Temperature is an important consideration when designing a buffer system for protein stabilization. As with pH, proteins generally have several temperature optima depending on the experimental context. A good rule of thumb is proteins are more stable at reduced temperature, typically 4°C. This is especially true when proteolytic agents such as proteases are present. Although colder temperatures promote stability, they generally have a negative effect on many purification methods such as chromatography. When chromatographic efficiency is weighed against protein stability and maintenance of activity, however, activity usually wins. Unless a refolding procedure is available for the protein of interest, loss of activity cannot be tolerated during protein purification. Additionally, protein temperature optimum for biological activity is not necessarily the same as protein stability.
Aside from pH, reducing conditions, temperature, and ionic strength, some proteins require different levels of hydrophobicity for proper solvation. The requirement for buffer hydrophobicity depends on the particular protein and can vary dramatically. Typical serum proteins have excellent solubility in an aqueous salt environment and generally require no hydrophobic additives. Proteins loosely associated with membrane in vivo usually require some additive such as glycerol or sucrose for proper solubilization and activity. Typical concentrations for glycerol range from 5% to 20%. Chromatographic efficiency is reduced with increasing concentration of glycerol due to viscosity, therefore, addition of hydrophobic agents should be performed with moderation. For long term storage, buffer viscosity is not a problem. Typical glycerol concentrations can be as high as 50%.

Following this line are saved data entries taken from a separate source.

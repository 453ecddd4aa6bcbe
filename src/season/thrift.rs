//! Thrift: a season of aims that weighs the cold water spent early against that needed late.
//!
//! Methods: `docs/methods.md`, section 8.

use std::ops::ControlFlow;
use std::sync::Arc;
use std::sync::atomic::{AtomicUsize, Ordering};

use crate::rank::Progress;
use crate::site::Strategy;

use super::exact::{Stop, exact};
use super::going::Going;
use super::run::{Choosing, Run, Setup, run};
use super::search::{MOST, search};
use super::tally::Score;

/// The season of a setup under the aims that serve it best, of those the search tries. It is never worse than the best of
/// each day, which is the first of them. `None` where the caller stops it, or the cast shows no water.
pub(super) fn thrift(setup: &Setup, progress: Progress) -> Option<Run> {
    let daily = Setup { choosing: Choosing::By(Strategy::Best), ..setup.clone() };
    let going = Going::new(&daily)?;
    let last = setup.plan.days.last()?.date;
    let passed = (last - going.decides).num_days().max(0) / i64::from(setup.decide_days.max(1));
    let count = usize::try_from(passed).ok()? + 1;
    match exact(&daily, count, progress) {
        Ok(run) => return Some(run),
        Err(Stop::Cancelled) => return None,
        Err(Stop::TooLarge) => {}
    }
    let done = AtomicUsize::new(0);
    let season = |aims: &[f64]| {
        let aims = Arc::new(aims.to_vec());
        let setup = Setup { choosing: Choosing::Aims(aims.clone()), ..setup.clone() };
        let share = |of_this: f64| (done.load(Ordering::Relaxed) as f64 + of_this) / MOST as f64;
        let mut run = run(&setup, &|of_this| progress(share(of_this).min(1.0)))?;
        done.fetch_add(1, Ordering::Relaxed);
        run.aims = Some(aims);
        Some((Score::of(&setup, &run), run))
    };
    let (_, (_, run)) = search(count, &season, &|a: &(Score, Run), b| a.0.order(&b.0))?;
    match progress(1.0) {
        ControlFlow::Continue(()) => Some(run),
        ControlFlow::Break(()) => None,
    }
}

During cellular disruption proteolytic enzymes referred to as proteases can be released into the buffer environment. These proteases then degrade the desired protein leading to protein precipitation and loss of activity. Aside from rapid purification procedures and low temperatures that reduce the protease activity, a class of compounds called protease inhibitors can be added to the buffer. These inhibitors are small molecules that interact with the active site of the protease and inhibit its proteolytic activity. Typical proteases inhibitors include diisopropylfluorophosphate (DIFP), phenylmethylsulfonyl flouride (PMSF), leupeptin, and phosphoramidon.
Caution must be exercised when handling protease inhibitors since some are very toxic. Since the addition of protease inhibitors represent an intentional contamination of the protein sample, they should not interact negatively with the protein of interest.